▶ **Exercise**: Tally every line of the entries that contains the string "discharge", then reply with only that number.

==== Records provided

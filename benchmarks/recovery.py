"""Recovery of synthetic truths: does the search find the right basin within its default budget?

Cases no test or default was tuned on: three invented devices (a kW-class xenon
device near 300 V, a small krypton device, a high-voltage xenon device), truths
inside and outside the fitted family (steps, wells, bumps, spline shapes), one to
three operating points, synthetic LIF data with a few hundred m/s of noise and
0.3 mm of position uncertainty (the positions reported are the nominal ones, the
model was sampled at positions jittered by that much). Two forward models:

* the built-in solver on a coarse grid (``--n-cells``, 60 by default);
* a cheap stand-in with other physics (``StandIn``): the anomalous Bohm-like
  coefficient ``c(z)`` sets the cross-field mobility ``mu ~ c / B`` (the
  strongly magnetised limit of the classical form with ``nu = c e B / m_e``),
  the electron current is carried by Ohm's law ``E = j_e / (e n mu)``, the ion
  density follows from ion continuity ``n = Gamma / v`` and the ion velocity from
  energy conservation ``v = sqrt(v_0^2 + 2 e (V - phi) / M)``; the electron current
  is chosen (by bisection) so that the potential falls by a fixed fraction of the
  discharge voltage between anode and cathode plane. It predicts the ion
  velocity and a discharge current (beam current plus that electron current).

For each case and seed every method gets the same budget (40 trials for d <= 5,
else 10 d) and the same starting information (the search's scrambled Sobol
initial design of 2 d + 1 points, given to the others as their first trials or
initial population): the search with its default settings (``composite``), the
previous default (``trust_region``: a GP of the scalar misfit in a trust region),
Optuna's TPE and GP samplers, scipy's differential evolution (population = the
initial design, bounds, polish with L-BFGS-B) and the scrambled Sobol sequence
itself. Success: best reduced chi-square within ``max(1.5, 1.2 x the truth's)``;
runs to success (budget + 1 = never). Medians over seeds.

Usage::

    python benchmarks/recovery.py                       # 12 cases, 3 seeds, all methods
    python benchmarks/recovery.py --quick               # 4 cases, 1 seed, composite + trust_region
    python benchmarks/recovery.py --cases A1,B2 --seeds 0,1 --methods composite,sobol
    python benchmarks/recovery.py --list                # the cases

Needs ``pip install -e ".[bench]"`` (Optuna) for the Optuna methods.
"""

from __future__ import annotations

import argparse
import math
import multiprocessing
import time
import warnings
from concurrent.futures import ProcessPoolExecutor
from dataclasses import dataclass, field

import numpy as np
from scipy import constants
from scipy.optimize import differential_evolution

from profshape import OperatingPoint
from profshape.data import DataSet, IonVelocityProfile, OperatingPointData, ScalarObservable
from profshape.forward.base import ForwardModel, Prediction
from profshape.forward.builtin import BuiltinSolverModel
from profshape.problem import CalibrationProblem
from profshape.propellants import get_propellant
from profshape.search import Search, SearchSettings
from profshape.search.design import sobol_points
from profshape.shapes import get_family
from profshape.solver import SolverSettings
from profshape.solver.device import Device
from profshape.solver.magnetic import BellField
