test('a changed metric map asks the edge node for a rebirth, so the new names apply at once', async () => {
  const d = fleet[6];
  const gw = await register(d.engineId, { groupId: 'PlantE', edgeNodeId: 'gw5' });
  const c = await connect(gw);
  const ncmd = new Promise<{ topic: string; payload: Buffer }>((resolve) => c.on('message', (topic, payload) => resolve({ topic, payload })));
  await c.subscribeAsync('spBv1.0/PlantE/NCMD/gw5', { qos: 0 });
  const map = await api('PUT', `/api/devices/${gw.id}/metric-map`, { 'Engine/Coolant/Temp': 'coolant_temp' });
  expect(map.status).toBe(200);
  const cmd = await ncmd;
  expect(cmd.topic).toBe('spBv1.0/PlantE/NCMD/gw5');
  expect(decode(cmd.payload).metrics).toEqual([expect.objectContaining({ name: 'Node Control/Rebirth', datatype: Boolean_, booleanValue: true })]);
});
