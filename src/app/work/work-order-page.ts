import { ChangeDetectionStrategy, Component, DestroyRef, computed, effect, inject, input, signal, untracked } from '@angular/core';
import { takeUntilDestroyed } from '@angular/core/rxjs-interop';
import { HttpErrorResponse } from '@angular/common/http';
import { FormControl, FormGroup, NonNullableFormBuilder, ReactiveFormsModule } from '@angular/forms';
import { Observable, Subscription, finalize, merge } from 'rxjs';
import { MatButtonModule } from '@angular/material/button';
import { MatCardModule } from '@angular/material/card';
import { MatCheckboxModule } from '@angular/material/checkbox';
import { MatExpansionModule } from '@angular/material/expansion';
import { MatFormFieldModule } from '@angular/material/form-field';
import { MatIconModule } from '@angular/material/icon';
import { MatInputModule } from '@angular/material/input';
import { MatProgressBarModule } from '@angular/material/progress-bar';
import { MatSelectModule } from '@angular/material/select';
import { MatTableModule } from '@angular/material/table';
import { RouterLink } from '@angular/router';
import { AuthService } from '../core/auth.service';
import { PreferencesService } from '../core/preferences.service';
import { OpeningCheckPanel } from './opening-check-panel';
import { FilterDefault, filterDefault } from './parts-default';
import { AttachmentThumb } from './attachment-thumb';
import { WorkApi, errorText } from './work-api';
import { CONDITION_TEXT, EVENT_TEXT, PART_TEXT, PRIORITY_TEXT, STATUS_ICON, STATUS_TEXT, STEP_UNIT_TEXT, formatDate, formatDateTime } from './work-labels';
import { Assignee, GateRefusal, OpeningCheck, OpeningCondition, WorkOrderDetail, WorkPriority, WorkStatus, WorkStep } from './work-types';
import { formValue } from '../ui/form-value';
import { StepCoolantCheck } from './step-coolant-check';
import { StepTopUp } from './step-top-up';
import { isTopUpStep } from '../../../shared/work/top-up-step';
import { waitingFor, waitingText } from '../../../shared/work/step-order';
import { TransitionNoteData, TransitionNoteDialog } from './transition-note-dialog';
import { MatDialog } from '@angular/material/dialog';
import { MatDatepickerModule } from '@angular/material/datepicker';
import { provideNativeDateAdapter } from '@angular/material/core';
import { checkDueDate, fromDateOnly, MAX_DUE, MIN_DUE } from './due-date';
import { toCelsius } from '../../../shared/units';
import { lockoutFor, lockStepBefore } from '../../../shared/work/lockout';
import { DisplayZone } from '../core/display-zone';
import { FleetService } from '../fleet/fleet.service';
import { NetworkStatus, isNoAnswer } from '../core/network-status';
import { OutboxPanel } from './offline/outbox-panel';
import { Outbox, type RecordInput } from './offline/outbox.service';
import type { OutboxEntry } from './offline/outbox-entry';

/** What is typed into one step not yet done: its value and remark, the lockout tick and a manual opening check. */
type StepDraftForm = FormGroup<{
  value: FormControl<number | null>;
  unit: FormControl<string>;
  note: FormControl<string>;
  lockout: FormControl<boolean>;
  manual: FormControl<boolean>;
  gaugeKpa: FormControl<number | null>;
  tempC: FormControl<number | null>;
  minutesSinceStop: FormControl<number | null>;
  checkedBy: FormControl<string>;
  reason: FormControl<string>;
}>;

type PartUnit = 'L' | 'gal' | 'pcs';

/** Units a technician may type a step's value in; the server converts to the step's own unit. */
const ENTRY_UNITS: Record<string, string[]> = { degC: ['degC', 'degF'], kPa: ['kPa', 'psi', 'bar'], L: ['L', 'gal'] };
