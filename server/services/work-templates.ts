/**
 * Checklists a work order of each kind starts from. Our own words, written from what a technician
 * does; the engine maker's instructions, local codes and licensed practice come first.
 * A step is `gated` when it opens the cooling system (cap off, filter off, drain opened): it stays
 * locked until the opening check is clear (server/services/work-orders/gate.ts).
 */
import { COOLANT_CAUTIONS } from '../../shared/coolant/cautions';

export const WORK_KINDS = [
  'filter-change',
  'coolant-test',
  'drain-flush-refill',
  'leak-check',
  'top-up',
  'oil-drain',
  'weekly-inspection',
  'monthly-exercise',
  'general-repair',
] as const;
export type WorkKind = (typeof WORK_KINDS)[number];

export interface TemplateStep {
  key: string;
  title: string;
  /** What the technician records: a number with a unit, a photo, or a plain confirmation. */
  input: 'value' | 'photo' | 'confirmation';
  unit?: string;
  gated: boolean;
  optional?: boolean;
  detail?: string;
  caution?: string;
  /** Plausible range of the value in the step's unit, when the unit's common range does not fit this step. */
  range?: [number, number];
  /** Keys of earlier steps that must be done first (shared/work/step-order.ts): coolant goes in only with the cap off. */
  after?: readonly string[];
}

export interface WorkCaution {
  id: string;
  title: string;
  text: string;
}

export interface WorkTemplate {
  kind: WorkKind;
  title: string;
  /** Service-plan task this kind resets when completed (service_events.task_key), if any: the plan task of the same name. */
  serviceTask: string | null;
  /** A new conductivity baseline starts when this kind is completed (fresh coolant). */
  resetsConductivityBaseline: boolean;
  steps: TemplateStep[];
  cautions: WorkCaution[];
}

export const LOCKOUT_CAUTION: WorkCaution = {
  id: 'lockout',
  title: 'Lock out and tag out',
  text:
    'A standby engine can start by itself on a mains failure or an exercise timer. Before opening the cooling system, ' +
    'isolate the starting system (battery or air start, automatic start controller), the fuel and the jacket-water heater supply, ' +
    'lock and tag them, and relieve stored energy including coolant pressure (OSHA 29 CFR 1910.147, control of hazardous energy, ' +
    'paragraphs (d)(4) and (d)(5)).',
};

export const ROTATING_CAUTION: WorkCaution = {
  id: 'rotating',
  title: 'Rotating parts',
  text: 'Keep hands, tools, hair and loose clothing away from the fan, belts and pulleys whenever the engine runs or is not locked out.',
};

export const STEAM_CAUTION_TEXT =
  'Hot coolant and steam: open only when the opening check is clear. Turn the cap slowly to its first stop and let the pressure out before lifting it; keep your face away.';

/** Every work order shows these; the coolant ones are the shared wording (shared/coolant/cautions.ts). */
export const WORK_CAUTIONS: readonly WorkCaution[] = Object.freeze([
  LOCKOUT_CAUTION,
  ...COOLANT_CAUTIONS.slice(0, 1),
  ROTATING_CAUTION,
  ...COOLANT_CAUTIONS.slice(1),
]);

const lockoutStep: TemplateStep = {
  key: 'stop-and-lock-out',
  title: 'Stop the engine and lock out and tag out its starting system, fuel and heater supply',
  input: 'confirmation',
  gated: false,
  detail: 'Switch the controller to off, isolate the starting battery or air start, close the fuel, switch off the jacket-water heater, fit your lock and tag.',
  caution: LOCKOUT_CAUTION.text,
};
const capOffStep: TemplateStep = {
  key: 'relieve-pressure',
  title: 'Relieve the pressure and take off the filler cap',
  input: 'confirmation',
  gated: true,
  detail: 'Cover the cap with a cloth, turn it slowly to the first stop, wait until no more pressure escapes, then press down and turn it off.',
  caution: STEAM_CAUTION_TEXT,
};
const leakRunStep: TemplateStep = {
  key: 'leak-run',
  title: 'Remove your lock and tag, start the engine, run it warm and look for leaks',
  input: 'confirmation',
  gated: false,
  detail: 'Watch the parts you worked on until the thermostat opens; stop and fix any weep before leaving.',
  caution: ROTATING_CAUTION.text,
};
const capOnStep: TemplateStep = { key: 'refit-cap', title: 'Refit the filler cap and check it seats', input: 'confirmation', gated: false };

========

▶ **Response to this task**: 2